DH5a strains from Georgina Cox were inoculated into 5 ml of LB.
They were placed in the warm room on third floor, shaking (275 rpm) at 37°C to be grown overnight.
Day 2
5 mL seed culture of cells were grown in LB medium to saturation.
Culture was diluted back into 25–50 mL fresh LB in a 250 mL Erlenmeyer flask.
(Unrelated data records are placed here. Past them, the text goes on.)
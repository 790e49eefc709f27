import { useMemo, useState } from 'react';
import type { MapWindow } from './mapLayout.ts';
import type { MapPlace } from './mapTypes.ts';

/** What somebody looks at in a map: the part that is shown, the point being read, and where the cut lies. */
export type MapLook = {
  zoom: MapWindow | null;
  setZoom: (zoom: MapWindow | null) => void;
  cursor: MapPlace | null;
  setCursor: (cursor: MapPlace | null) => void;
  pinned: MapPlace | null;
  setPinned: (pinned: MapPlace | null) => void;
  along: 'x' | 'y';
  setAlong: (along: 'x' | 'y') => void;
};

/** Given to several maps on one grid it makes them move together. */
export function useMapLook(): MapLook {
  const [zoom, setZoom] = useState<MapWindow | null>(null);
  const [cursor, setCursor] = useState<MapPlace | null>(null);
  const [pinned, setPinned] = useState<MapPlace | null>(null);
  const [along, setAlong] = useState<'x' | 'y'>('x');
  return useMemo(
    () => ({ zoom, setZoom, cursor, setCursor, pinned, setPinned, along, setAlong }),
    [zoom, cursor, pinned, along],
  );
}
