import { useId } from 'react';
import type { SignHabits } from '../../../../shared/materialImport.ts';
import { Arrow } from '../../../components/Arrow.tsx';

/** A magnetic film from the side, light from above, and the direction of its positive magnetization. */
export function MagnetizationDrawing({ points }: { points: SignHabits['magnetization'] }) {
  const hatch = useId();
  const color = 'var(--magnet)';
  const [from, to] = points === 'into the film' ? [52, 94] : [94, 52];
  return (
    <svg viewBox="0 0 200 104" aria-hidden="true" className="w-full max-w-[230px]" fontSize="11">
      <defs>
        <pattern id={hatch} width="7" height="7" patternTransform="rotate(45)" patternUnits="userSpaceOnUse">
          <line x1="0" y1="0" x2="0" y2="7" stroke={color} strokeWidth="1.3" opacity="0.42" />
        </pattern>
      </defs>
      <rect x="20" y="46" width="160" height="54" fill="var(--magnet-soft)" />
      <rect x="20" y="46" width="160" height="54" fill={`url(#${hatch})`} />
      <Arrow from={[58, 6]} to={[58, 44]} color="var(--accent)" head={8} />
      <text x="66" y="22" fill="var(--muted)">
        light
      </text>
      <rect x="84" y="49" width="56" height="48" rx="6" fill="var(--panel)" />
      <Arrow from={[102, from]} to={[102, to]} color={color} width={3} />
      <text x="114" y="78" fill="var(--ink)" fontSize="13">
        +m
      </text>
    </svg>
  );
}
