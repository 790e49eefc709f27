import { expect, it } from 'vitest';
import { angleMarks } from './angleMarks.ts';

const features = {
  pseudoBrewster: { angleDeg: 74.1234567891, reflectanceP: 0.34567 },
  signChanges: [
    { reading: 'rotationS' as const, angleDeg: 80.5, rising: true },
    { reading: 'ellipticityP' as const, angleDeg: 61.20000000012, rising: false },
  ],
};

it('names what is drawn, in the order of the angles, with the digits that are known', () => {
  const marks = angleMarks(features, ['ellipticityP', 'rotationP']);
  expect(marks.map(({ words }) => words)).toEqual([
    'Kerr ellipticity, p light is 0 at 61.2°, from positive to negative',
    'Pseudo-Brewster angle 74.123457°, where R_p is least: 0.3457',
  ]);
  expect(marks.map(({ label }) => label)).toEqual(['χ_p = 0', 'R_p least']);
});

it('says nothing where there is nothing', () => {
  expect(angleMarks({ pseudoBrewster: null, signChanges: features.signChanges }, ['rotationP'])).toEqual([]);
});
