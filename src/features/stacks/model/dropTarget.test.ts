import { describe, expect, it } from 'vitest';
import { dropItem, dropTarget } from './dropTarget.ts';
import type { DropRow } from './dropTarget.ts';
import { isBlock } from './items.ts';
import { buildBlock, buildLayer } from './stackFixtures.ts';

/** a, then a block of b between its head and foot, as they lie on the screen. */
const rows: DropRow[] = [
  { id: 'a', kind: 'layer', top: 0, bottom: 40 },
  { id: 'block', kind: 'head', top: 40, bottom: 76 },
  { id: 'b', kind: 'layer', top: 76, bottom: 116 },
  { id: 'block', kind: 'foot', top: 116, bottom: 126 },
];

describe('dropTarget', () => {
  it.each([
    [-20, { id: 'a', side: 'above' }],
    [12, { id: 'a', side: 'above' }],
    [70, { id: 'block', side: 'first' }],
    [112, { id: 'b', side: 'below' }],
    [124, { id: 'block', side: 'below' }],
    [500, { id: 'block', side: 'below' }],
  ])('at %s px', (y, target) => {
    expect(dropTarget(rows, y)).toMatchObject(target);
  });

  it('is nothing on an empty drawing', () => {
    expect(dropTarget([], 10)).toBeNull();
  });
});

describe('dropItem', () => {
  it('puts a layer first into a block', () => {
    const items = [buildLayer({ id: 'a' }), buildBlock([buildLayer({ id: 'b' })])];
    const [block, ...rest] = dropItem(items, 'a', { id: 'block', side: 'first', y: 0 });
    expect(rest).toEqual([]);
    expect(block && isBlock(block) && block.layers.map(({ id }) => id)).toEqual(['a', 'b']);
  });
});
Seed culture was diluted by at least 1/100. Diluted culture was grown to an OD600 = 0.4 - 0.5
Eppendorf tubes were put on ice so they were cold when the cells were aliquotted into them later.
TSS was chilled.
The culture was split into two 50 mL falcon tubes and incubated on ice for 10 min.
All subsequent steps were carried out at 4°C and the cells were kept on ice wherever possible
Cells were centrifuged for 10 min at 3000 rpm and 4°C.
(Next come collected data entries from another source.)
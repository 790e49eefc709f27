import type { StackDocument, StackItem } from '../../../../shared/stack.ts';
import { isBlock } from './items.ts';

/** Which part of the page a path of the server speaks of. */
export type IssueTarget =
  | { place: 'layer'; id: string; field: string }
  | { place: 'incident' | 'substrate' | 'point'; field: string }
  | { place: 'page'; field: string };

/**
 * `cases[0].layers[2].layers[0].thicknessNm` (a solve) or `document.layers[2].thicknessNm` (a save) as the item
 * of the document it names.
 */
export function issueTarget(document: StackDocument, path: string): IssueTarget {
  const parts = path.replace(/^(cases\[\d+\]|document)\.?/, '').match(/[^.[\]]+/g) ?? [];
  const [first, ...rest] = parts;
  if (first === 'incident' || first === 'substrate') return { place: first, field: rest.join('.') };
  if (first === 'substrateM') return { place: 'substrate', field: 'm' };
  if (first === 'wavelengthNm' || first === 'angleDeg') return { place: 'point', field: first };
  if (first === 'workingPoint') return { place: 'point', field: rest.join('.') };
  let items: readonly StackItem[] = document.layers;
  let found: StackItem | null = null;
  let position = 0;
  while (parts[position] === 'layers') {
    const item = items[Number(parts[position + 1])];
    if (item === undefined) break;
    found = item;
    position += 2;
    items = isBlock(item) ? item.layers : [];
  }
  const field = parts.slice(position).join('.');
  return found === null ? { place: 'page', field: path } : { place: 'layer', id: found.id, field };
}
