import { toPixel } from '../plotScale.ts';
import type { MapLayout, Size } from './mapLayout.ts';

type Place = { x: number; y: number };

type Props = {
  layout: MapLayout;
  size: Size;
  cursor: Place | null;
  /** Where the working point stands. */
  marker: Place | null;
  /** The line along which the cut is drawn. */
  cut: { along: 'x' | 'y' } & Place;
  selection: { start: { px: number; py: number }; now: { px: number; py: number } } | null;
};

/** Crosshair, cut line, working point and zoom selection, over the map so that they move without a redraw. */
export function MapOverlay({ layout, size, cursor, marker, cut, selection }: Props) {
  const { frame } = layout;
  const inside = ({ x, y }: Place) =>
    x >= layout.x.min && x <= layout.x.max && y >= layout.y.min && y <= layout.y.max;
  return (
    <svg
      width={size.width}
      height={size.height}
      className="pointer-events-none absolute inset-0"
      aria-hidden="true"
      focusable="false"
    >
      <Line layout={layout} place={cut} along={cut.along} className="stroke-paper" width={3.5} />
      <Line layout={layout} place={cut} along={cut.along} className="stroke-accent" width={1.6} />
      {marker && inside(marker) && (
        <g transform={`translate(${toPixel(layout.x, marker.x)} ${toPixel(layout.y, marker.y)})`}>
          <circle r="6" className="fill-none stroke-paper" strokeWidth="3.5" />
          <circle r="6" className="fill-none stroke-ink" strokeWidth="1.6" />
        </g>
      )}
      {cursor && inside(cursor) && (
        <g>
          <Line layout={layout} place={cursor} along="x" className="stroke-ink" width={1} dash="2 3" />
          <Line layout={layout} place={cursor} along="y" className="stroke-ink" width={1} dash="2 3" />
        </g>
      )}
      {selection && (
        <rect
          x={Math.min(selection.start.px, selection.now.px)}
          y={Math.min(selection.start.py, selection.now.py)}
          width={Math.abs(selection.now.px - selection.start.px)}
          height={Math.abs(selection.now.py - selection.start.py)}
          className="fill-accent/15 stroke-accent"
        />
      )}
      <rect
        x={frame.left}
        y={frame.top}
        width={frame.right - frame.left}
        height={frame.bottom - frame.top}
        className="fill-none stroke-edge"
      />
    </svg>
  );
}

type LineProps = {
  layout: MapLayout;
  place: Place;
  along: 'x' | 'y';
  className: string;
  width: number;
  dash?: string;
};

function Line({ layout, place, along, className, width, dash }: LineProps) {
  const { frame } = layout;
  const scale = along === 'x' ? layout.y : layout.x;
  const value = along === 'x' ? place.y : place.x;
  if (value < scale.min || value > scale.max) return null;
  const at = toPixel(scale, value);
  const ends =
    along === 'x'
      ? { x1: frame.left, x2: frame.right, y1: at, y2: at }
      : { x1: at, x2: at, y1: frame.top, y2: frame.bottom };
  return <line {...ends} className={className} strokeWidth={width} strokeDasharray={dash} />;
}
Supernatant was removed and any remaining media was pipetted out.
Cells were resuspended in 2.5 mL of chilled TSS buffer (5% of initial volume).
Cells were chilled on ice for 15 minutes.
50-200 μL aliquots were added to the chilled eppendorfs and and flash frozen with liquid nitrogen.
Cells were stored at -80°C.
Bacterial Transformations
pET-28a-Pst1
Oxc-EcoRI-pst1 @10.9ng/ul
Frc-EcoRI-pst1 @ 11.5ng/uL
These plasmids were from last year's iGEM freezer box and each of them were transformed into DH5a competent cells using the following protocol.
The competent cells were taken out of the freezer and were sat on ice for 10 minutes.
The cells were lightly vortexed on the lowest setting for 10 seconds.
15 uL of the transformed plasmid DNA was added directly to the microtube containing the competent cells and pipetted to mix.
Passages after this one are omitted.